EXERCISE PROMPT
Would you please transcribe, exactly as written, the lines of the entries below starting at the one that holds "seen.candidate.roles else 0.0" and ending at the one that holds "VBE spread of", both included?

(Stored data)
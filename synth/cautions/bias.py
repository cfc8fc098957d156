"""Warnings about the Q-point: gain, emitter voltage, bleeder, supply, leakage, signal."""

from __future__ import annotations

from collections.abc import Iterator
from math import pi

from synth.cautions.form import CautionRule, Seen, share
from synth.explain import cause_words, percent
from synth.quantities import format_quantity, format_resistance
from synth.transistor import CUT_OFF_CURRENT

GAIN_RATIO = 1.5
"""Greatest over least hFE from which fixed base bias is warned of [-]: common practice."""
VBE_SHARE = 0.2
"""Share of VE that the VBE spread may be [-]: common practice wants a volt against the usual 50 mV to 200 mV."""
FEEBLE, STIFF = 5.0, 30.0
"""Base currents that the bleeder should carry at least, and beyond which more buys little [-]: common practice is ten."""
SUPPLY_SHARE = 0.5
"""Share of the drift from which the supply dominates it [-]."""
LEAKAGE_SHARE = 0.1
"""Share of VE, or of IB where there is no re, that hot leakage may move [-]."""
OFF_TARGET = 0.3
"""Centring above which a candidate that no window forbids is warned of [-]: as wide as the widest usual window."""
CAPACITOR_RATIO = 3.0
"""Capacitance needed over that sized on re alone from which the difference is told [-]."""
SLIP = 100.0
"""Ratio to the target IC from which a resistor looks like a slip of the unit [-]."""
COMPLIANCE_ROOM = 0.1
"""Least margin of a sink's compliance [-]."""


def _fixed_base_gain(seen: Seen) -> Iterator[str]:
    hfe = seen.box.transistor.hfe
    ratio = hfe.high / hfe.low
    if seen.candidate.network == "fixed_base" and seen.grounded and ratio > GAIN_RATIO:
        yield (
            f"IB is fixed and the emitter grounded, so IC follows hFE from unit to unit: {ratio:.3g} to 1 over its range; a "
            "network with re holds IC."
        )


def _reading_differs(seen: Seen) -> Iterator[str]:
    for row in seen.candidate.comparisons:
        if row.verdict == "differs":
            low, high = (format_quantity(end, "voltage") for end in (row.expected[0], row.expected[2]))
            yield (
                f"{row.reading.upper()} was read as {format_quantity(row.measured[1], 'voltage')}, "
                f"{format_quantity(row.off, 'voltage')} outside the {low} to {high} of a sound stage on the bench."
            )


def _saturated(seen: Seen) -> Iterator[str]:
    if "saturated" in seen.candidate.regions:
        forced = seen.candidate.nominal.forced_gain
        own = "" if forced is None else f", forced gain {forced:.3g} at the nominal point"
        yield f"Within the box the transistor saturates: there the load line sets IC and hFE no longer governs it{own}."


def _cut_off(seen: Seen) -> Iterator[str]:
    if "cut off" in seen.candidate.regions:
        yield "Within the box the transistor is cut off: only leakage flows, and the base drive has no say."


def _emitter_voltage_small(seen: Seen) -> Iterator[str]:
    vbe, ve = seen.box.transistor.vbe, seen.candidate.roles["re"].drop if "re" in seen.candidate.roles else 0.0
    half = max(vbe.high - vbe.nominal, vbe.nominal - vbe.low)
    if ve > 0.0 and half > VBE_SHARE * ve and seen.candidate.nominal.region == "active":
        yield (
            f"VE is only {format_quantity(ve, 'voltage')}: the VBE spread of {format_quantity(half, 'voltage')} is "
            f"{percent(half / ve)} of it, and IC moves by about as much while that is small (ΔIC/IC ≈ ΔVBE/VE)."
        )


def _bleeder(seen: Seen) -> tuple[float, float] | None:
    """Current of the bleeder and greatest base current of the nominal IC [A]; None without a bleeder."""
    bleeder = seen.candidate.roles.get(seen.box.network.bleeder or "")
    return None if bleeder is None else (bleeder.current, seen.candidate.nominal.ic / seen.box.transistor.hfe.low)


def _bleeder_feeble(seen: Seen) -> Iterator[str]:
    known = _bleeder(seen)
    if known is not None and known[0] < FEEBLE * known[1]:
        current, base = (format_quantity(x, "current") for x in known)
        sag = format_quantity(known[1] * seen.candidate.base_feed, "voltage")
        yield (
            f"The bleeder carries {current}, less than five base currents of {base} at the least hFE: the base voltage sags "
            f"with gain, by IB·Rp = {sag} there."
        )


def _bleeder_stiff(seen: Seen) -> Iterator[str]:
    known = _bleeder(seen)
    if known is not None and known[0] > STIFF * known[1] and seen.box.reference is None:
        current, base = (format_quantity(x, "current") for x in known)
        yield (
            f"The bleeder carries {current}, {known[0] / known[1]:.0f} base currents of {base} at the least hFE: more than "
            f"{STIFF:g} buy little, cost supply current, and load the signal with "
            f"{format_resistance(float(f'{seen.candidate.base_feed:.3g}'))}."
        )


def _supply_dominates(seen: Seen) -> Iterator[str]:
    c = seen.candidate
    decides = c.drift.decides
    for part in c.budget.get(decides, ()):
        if part.cause in seen.box.rails and part.share > SUPPLY_SHARE * c.drift.q_point:
            more = ""
            if seen.box.network.bleeder and c.nominal.ve > 0.0 and seen.box.reference is None:
                factor = (c.nominal.ve + c.nominal.vbe) / c.nominal.ve
                more = f"; VB follows it, and since VBE is subtracted VE moves {factor:.2g} times as far in proportion"
            yield (
                f"The range of the {cause_words(part.cause)} makes {percent(part.share)} of the "
                f"{percent(c.drift.q_point)} by "
                f"which {decides.upper()} drifts{more}: a regulated feed of the base is the lever, not finer resistors."
            )


def _leakage_lift(seen: Seen) -> Iterator[str]:
    box, nominal = seen.box, seen.candidate.nominal
    hot = box.temperature.high
    leakage = box.transistor.icbo.high * float(box.transistor.leakage_factor(hot))
    at = format_quantity(hot, "temperature")
    if nominal.ve > 0.0:
        lift = leakage * seen.candidate.base_feed
        if lift > LEAKAGE_SHARE * nominal.ve:
            yield (
                f"At {at} the leakage of up to {format_quantity(leakage, 'current')} lifts the base by ICBO·Rp = "
                f"{format_quantity(lift, 'voltage')}, {percent(lift / nominal.ve)} of VE: a base network of lower resistance "
                "holds it down."
            )
    elif nominal.ib > 0.0 and leakage > LEAKAGE_SHARE * nominal.ib:
        yield (
            f"At {at} the leakage of up to {format_quantity(leakage, 'current')} is {percent(leakage / nominal.ib)} of the "
            "base "
            "current, and without re hFE multiplies it."
        )


def _off_target(seen: Seen) -> Iterator[str]:
    if seen.candidate.centring > OFF_TARGET:
        yield (
            f"The nominal Q-point is {percent(seen.candidate.centring)} off target, and no window forbids it: finer series, "
            "other "
            "limits or another network may come nearer; a window on ic or vce would refuse this."
        )


def _r_intrinsic_gain(seen: Seen) -> Iterator[str]:
    stage, network = seen.stage, seen.box.network
    asked = "limits.gain" in stage.given or any(path.startswith("signal.") for path in stage.given)
    figures = seen.candidate.signal.get("r_intrinsic")
    if not asked or figures is None or "c" in network.tied or not network.takes_signal:
        return
    whole = seen.candidate.resistors.get("re", 0.0)
    unbypassed = {"full": 0.0, "none": whole, "part": min(seen.space.signal.unbypassed or 0.0, whole)}[stage.signal.bypass]
    if unbypassed < figures[1]:
        ends = " to ".join(format_quantity(figures[k], "resistance") for k in (0, 2))
        own = "none of re" if unbypassed == 0.0 else f"{format_quantity(unbypassed, 'resistance')} of re"
        yield (
            f"The gain is set by r_intrinsic = VT/IE alone, {ends} over the box, since {own} carries the signal: it follows IC "
            "and temperature, and large signals distort; leave a part of re unbypassed to set it by resistors."
        )


def _bypass_capacitor(seen: Seen) -> Iterator[str]:
    sized, corner, ohms = seen.candidate.signal.get("bypass_capacitor"), seen.stage.corner, seen.candidate.resistors.get("re")
    if sized is None or corner is None or ohms is None:
        return
    # Of a re in two parts the capacitor lies across the lower one.
    lower = ohms - (seen.space.signal.unbypassed or 0.0)
    alone = 1.0 / (2.0 * pi * corner * lower) if lower > 0.0 else 0.0
    if sized[2] > CAPACITOR_RATIO * alone:
        need, small = (format_quantity(c, "capacitance") for c in (sized[2], alone))
        yield (
            f"The bypass capacitor sees r_intrinsic and the source through hFE, not re: {need} are needed for "
            f"{format_quantity(corner, 'frequency')}, where re alone would suggest {small}."
        )


def _unit_slip(seen: Seen) -> Iterator[str]:
    goal = seen.stage.ic.nominal or 0.0
    chain = [role for role in ("rc", "re") if role in seen.candidate.resistors]
    ohms = sum(seen.candidate.resistors[role] for role in chain)
    if chain:
        ratio = seen.span / ohms / goal
        if ratio > SLIP or ratio < 1.0 / SLIP:
            named = " and ".join(f"{role.upper()} {format_resistance(seen.candidate.resistors[role])}" for role in chain)
            yield (
                f"The rails over {named} give {format_quantity(seen.span / ohms, 'current')}, where "
                f"{format_quantity(goal, 'current')} is wanted: is the unit right (10 for 10k, A for mA)?"
            )
    known = _bleeder(seen)
    if known is not None and known[0] > SLIP * goal:
        yield (
            f"The bleeder carries {format_quantity(known[0], 'current')}, where an IC of {format_quantity(goal, 'current')} is "
            "wanted: is the unit of the divider right (10 for 10k)?"
        )


def _band_beyond_tolerance(seen: Seen) -> Iterator[str]:
    t = seen.box.temperature
    rise = max(abs(t.low - 298.15), abs(t.high - 298.15))
    worse: dict[tuple[float, float], list[str]] = {}
    for role, part in seen.box.parts.items():
        life = seen.stage.role(role).life
        tolerance = float(part.band[0]) - life
        whole = float(part.band[0]) + rise * max(abs(float(part.tcr_low[0])), abs(float(part.tcr_high[0])))
        if whole > 2.0 * tolerance:
            worse.setdefault((tolerance, whole), []).append(role.upper())
    for (tolerance, whole), roles in worse.items():
        yield (
            f"{', '.join(roles)}: a class of {percent(tolerance)} is a band of ±{percent(whole)} once temperature "
            "coefficient and "
            "life are added; the worst case counts the whole band, and a finer class alone gains little."
        )


def _sink_compliance(seen: Seen) -> Iterator[str]:
    for verdict in seen.candidate.limits:
        if verdict.name == "compliance" and verdict.margin < COMPLIANCE_ROOM:
            yield (
                f"The load may take {format_quantity(verdict.worst, 'voltage')} at worst before the sink saturates, against "
                "the "
                f"{format_quantity(float(str(verdict.limit)), 'voltage')} asked for: below its compliance it no longer "
                "holds IC."
            )


RULES = (
    CautionRule(
        name="reading_differs", told="candidate", of_candidate=_reading_differs,
        threshold="a reading and its uncertainty lie wholly outside what every sound unit shows there",
        reason="A part is faulty, or is not what the stage says; the table of faults may name it.",
    ),
    CautionRule(
        name="fixed_base_gain", told="candidate", of_candidate=_fixed_base_gain,
        threshold=f"fixed base bias without re and hFE max over hFE min above {GAIN_RATIO:g}",
        reason="With IB fixed IC follows hFE from unit to unit.",
    ),
    CautionRule(
        name="saturated", told="candidate", of_candidate=_saturated,
        threshold="VCE falls to VCE(sat) at a deciding point of the box",
        reason="In saturation the load line sets IC; hFE says nothing there.",
    ),
    CautionRule(
        name="cut_off", told="candidate", of_candidate=_cut_off,
        threshold=f"IC below {CUT_OFF_CURRENT * 1e9:g} nA + ICEO at a deciding point of the box",
        reason="Below that only leakage flows.",
    ),
    CautionRule(
        name="emitter_voltage_small", told="candidate", of_candidate=_emitter_voltage_small,
        threshold=f"VBE spread above {share(VBE_SHARE)} of VE",
        reason="re sets IC by the drop VE; what VBE differs from unit to unit is taken from it: ΔIC/IC ≈ ΔVBE/VE.",
    ),
    CautionRule(
        name="bleeder_feeble", told="candidate", of_candidate=_bleeder_feeble,
        threshold=f"bleeder below {FEEBLE:g} base currents at the least hFE",
        reason="The base current drops IB·Rp in the divider, and IB differs from unit to unit.",
    ),
    CautionRule(
        name="bleeder_stiff", told="candidate", of_candidate=_bleeder_stiff,
        threshold=f"bleeder above {STIFF:g} base currents at the least hFE",
        reason="Beyond that drift hardly falls, while the divider costs supply current and input resistance.",
    ),
    CautionRule(
        name="supply_dominates", told="candidate", of_candidate=_supply_dominates,
        threshold=f"the range of a rail makes more than {share(SUPPLY_SHARE)} of the deciding drift",
        reason="A divider passes the supply on to the base, and VE moves more than in proportion, since VBE is subtracted.",
    ),
    CautionRule(
        name="leakage_lift", told="candidate", of_candidate=_leakage_lift,
        threshold=f"hot ICBO·Rp above {share(LEAKAGE_SHARE)} of VE, without re hot ICBO above {share(LEAKAGE_SHARE)} of IB",
        reason="Leakage flows into the base network and lifts the base; it grows exponentially with temperature.",
    ),
    CautionRule(
        name="off_target", told="candidate", of_candidate=_off_target,
        threshold=f"nominal Q-point more than {share(OFF_TARGET)} off target",
        reason="Least drift may lie far from the target where limits are in the way and no window forbids it.",
    ),
    CautionRule(
        name="r_intrinsic_gain", told="candidate", of_candidate=_r_intrinsic_gain,
        threshold="a signal is asked for and what carries it of re is below r_intrinsic = VT/IE",
        reason="Such a gain follows IC and temperature and bends with the signal.",
    ),
    CautionRule(
        name="bypass_capacitor", told="candidate", of_candidate=_bypass_capacitor,
        threshold=f"the capacitor for signal.corner is more than {CAPACITOR_RATIO:g} times what re alone suggests",
        reason="The capacitor works against r_intrinsic and the source seen through hFE, in parallel with re.",
    ),
    CautionRule(
        name="unit_slip", told="candidate", of_candidate=_unit_slip,
        threshold=f"rails over rc + re, or the bleeder, {SLIP:g} times off the target IC",
        reason="Two decades off is rarely meant: 10 typed for 10k, A for mA.",
    ),
    CautionRule(
        name="band_beyond_tolerance", told="candidate", of_candidate=_band_beyond_tolerance,
        threshold="temperature coefficient over the ambient range plus life exceed the tolerance",
        reason="The class is the tolerance of a new part at 25 °C, not its band in service.",
    ),
    CautionRule(
        name="sink_compliance", told="candidate", of_candidate=_sink_compliance,
        threshold=f"compliance of a sink with a margin below {share(COMPLIANCE_ROOM)}",
        reason="A load that takes more voltage saturates the sink, and IC is no longer held.",
    ),
)  # fmt: skip
"""In the order in which they are told."""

ANSWER TO THE EXERCISE
    vbe, ve = seen.box.transistor.vbe, seen.candidate.roles["re"].drop if "re" in seen.candidate.roles else 0.0
    half = max(vbe.high - vbe.nominal, vbe.nominal - vbe.low)
    if ve > 0.0 and half > VBE_SHARE * ve and seen.candidate.nominal.region == "active":
        yield (
            f"VE is only {format_quantity(ve, 'voltage')}: the VBE spread of {format_quantity(half, 'voltage')} is "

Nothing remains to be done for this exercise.